Zac Vawter put his bionic leg on public display for the first time as he climbed the 103 floors of Chicago's iconic Willis Tower, becoming the first person ever to complete the task wearing a mind-controlled prosthetic limb.
Vawter, who lost his right leg in a motorcycle accident, participated in the annual stair-climbing charity event called "SkyRise Chicago" hosted by the Rehabilitation Institute of Chicago, where he is receiving treatment.
"Everything went great," Vawter said. "The prosthetic leg did its part, and I did my part."

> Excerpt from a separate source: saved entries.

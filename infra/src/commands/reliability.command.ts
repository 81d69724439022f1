import fs from 'node:fs';
import path from 'node:path';
import { ensurePostgresInstalled } from '../postgres.js';
import { repoRoot } from '../paths.js';
import { runInherited } from '../shell.js';

const log = (line: string) => console.log(`earmark: ${line}`);
const bin = (pkg: string, file: string) => path.join(repoRoot, 'node_modules', pkg, file);

/**
 * `npm run test:reliability`: the reliability suite at full size (load, soak, faults, hostile
 * input, security; tests/reliability), then docs/reliability.md from its figures. Sizes come from
 * EARMARK_LOAD_CLIENTS, EARMARK_LOAD_SECONDS, EARMARK_SOAK_CAPTURES, EARMARK_SOAK_BUILDS, …
 * (tests/reliability/support/mode.ts). Extra arguments go to vitest, e.g. `-- faults` for one file;
 * the report then combines that file's figures and outcomes with the latest of every other file.
 * The test cluster keeps running afterwards, as when vitest is run directly.
 */
export async function reliabilityCommand(args: string[]): Promise<number> {
  ensurePostgresInstalled(log);
  const env = { ...process.env, EARMARK_RELIABILITY_MODE: 'full' };
  const results = path.join(repoRoot, '.data', 'reliability', 'full');
  fs.mkdirSync(results, { recursive: true });
  log('reliability suite (vitest, full sizes)…');
  const code = await runInherited(
    process.execPath,
    [bin('vitest', 'vitest.mjs'), 'run', '--project', 'reliability', '--reporter=default', '--reporter=json', `--outputFile.json=${path.join(results, `vitest-${Date.now()}.json`)}`, ...args],
    { cwd: repoRoot, env },
  );
  log('report (docs/reliability.md)…');
  const reported = await runInherited(process.execPath, ['--import', 'tsx', path.join(repoRoot, 'tests/reliability/report.ts')], {
    cwd: path.join(repoRoot, 'tests'),
    env,
  });
  return code !== 0 ? code : reported;
}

The leg is designed to respond to electrical impulses from muscles in his hamstring. When Vawter thought about climbing the roughly 2,100 stairs, the motors, belts and chains in his leg synchronized the movements of its ankle and knee.
The computerized prosthetic limb weighs about 10 pounds (4.5 kilograms) and holds two motors.
Bionic — or thought-controlled — prosthetic arms have been available for a few years. Knowing leg amputees outnumber people who have lost arms and hands, the Chicago researchers are focusing more on lower limbs. If a bionic hand fails, a person drops a glass of water. If a bionic leg fails, a person falls down stairs.
The stair-climbing event was a research project for us, said Joanne Smith, the Rehabilitation Institute's CEO.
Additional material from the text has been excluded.